▸ PROBLEM REQUIREMENTS: Of all the entries below, retype only the lines from the one with "from django.contrib.auth.hashers import" through the one with "return user", exactly as they appear.

ENTRIES SHOWN Start Marker

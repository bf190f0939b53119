"""Logging in, staying in, a second factor, invitations."""

import re
import time
from datetime import timedelta

import pytest
from django.contrib.auth.hashers import make_password
from django.contrib.auth.password_validation import validate_password
from django.core.exceptions import ValidationError
from django.test import Client
from django.utils import timezone
from django_otp.oath import TOTP
from django_otp.plugins.otp_totp.models import TOTPDevice

from worksheet.ward.logins import client_address
from worksheet.ward.models import AuditEvent, Invitation, LoginSession, Membership, Role, Unit, User

pytestmark = pytest.mark.django_db
PASSWORD = "seven green kettles hum"


@pytest.fixture
def unit():
    return Unit.objects.create(name="Unit 7", slug="unit-7")


@pytest.fixture
def lead(unit):
    user = User.objects.create_user("lead", password=PASSWORD)
    Membership.objects.create(user=user, unit=unit, role=Role.LEAD)
    return user


def log_in(client, name="lead", password=PASSWORD):
    return client.post("/login/", {"username": name, "password": password})


@pytest.mark.parametrize(
    ("password", "why"),
    [
        ("short", "too short"),
        ("password1234567", "easy to guess"),
        ("aaaaaaaaaaaaaaaaaaaa", "easy to guess"),
        ("abcabcabcabcabcabc", "easy to guess"),
        ("qwertyuiop1234567890", "easy to guess"),
        ("oxygendeliveryworksheet", "easy to guess"),
        ("lead-of-unit-seven", "too similar"),
    ],
)
def test_weak_passwords_are_refused_with_the_reason(password, why):
    with pytest.raises(ValidationError) as refused:
        validate_password(password, User(username="lead-of-unit-seven"))
    assert any(why in sentence for sentence in refused.value.messages)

ENTRIES SHOWN End Marker

▸ FINISHED EXERCISE:
from django.contrib.auth.hashers import make_password
from django.contrib.auth.password_validation import validate_password
from django.core.exceptions import ValidationError
from django.test import Client
from django.utils import timezone
from django_otp.oath import TOTP
from django_otp.plugins.otp_totp.models import TOTPDevice

from worksheet.ward.logins import client_address
from worksheet.ward.models import AuditEvent, Invitation, LoginSession, Membership, Role, Unit, User

pytestmark = pytest.mark.django_db
PASSWORD = "seven green kettles hum"


@pytest.fixture
def unit():
    return Unit.objects.create(name="Unit 7", slug="unit-7")


@pytest.fixture
def lead(unit):
    user = User.objects.create_user("lead", password=PASSWORD)
    Membership.objects.create(user=user, unit=unit, role=Role.LEAD)
    return user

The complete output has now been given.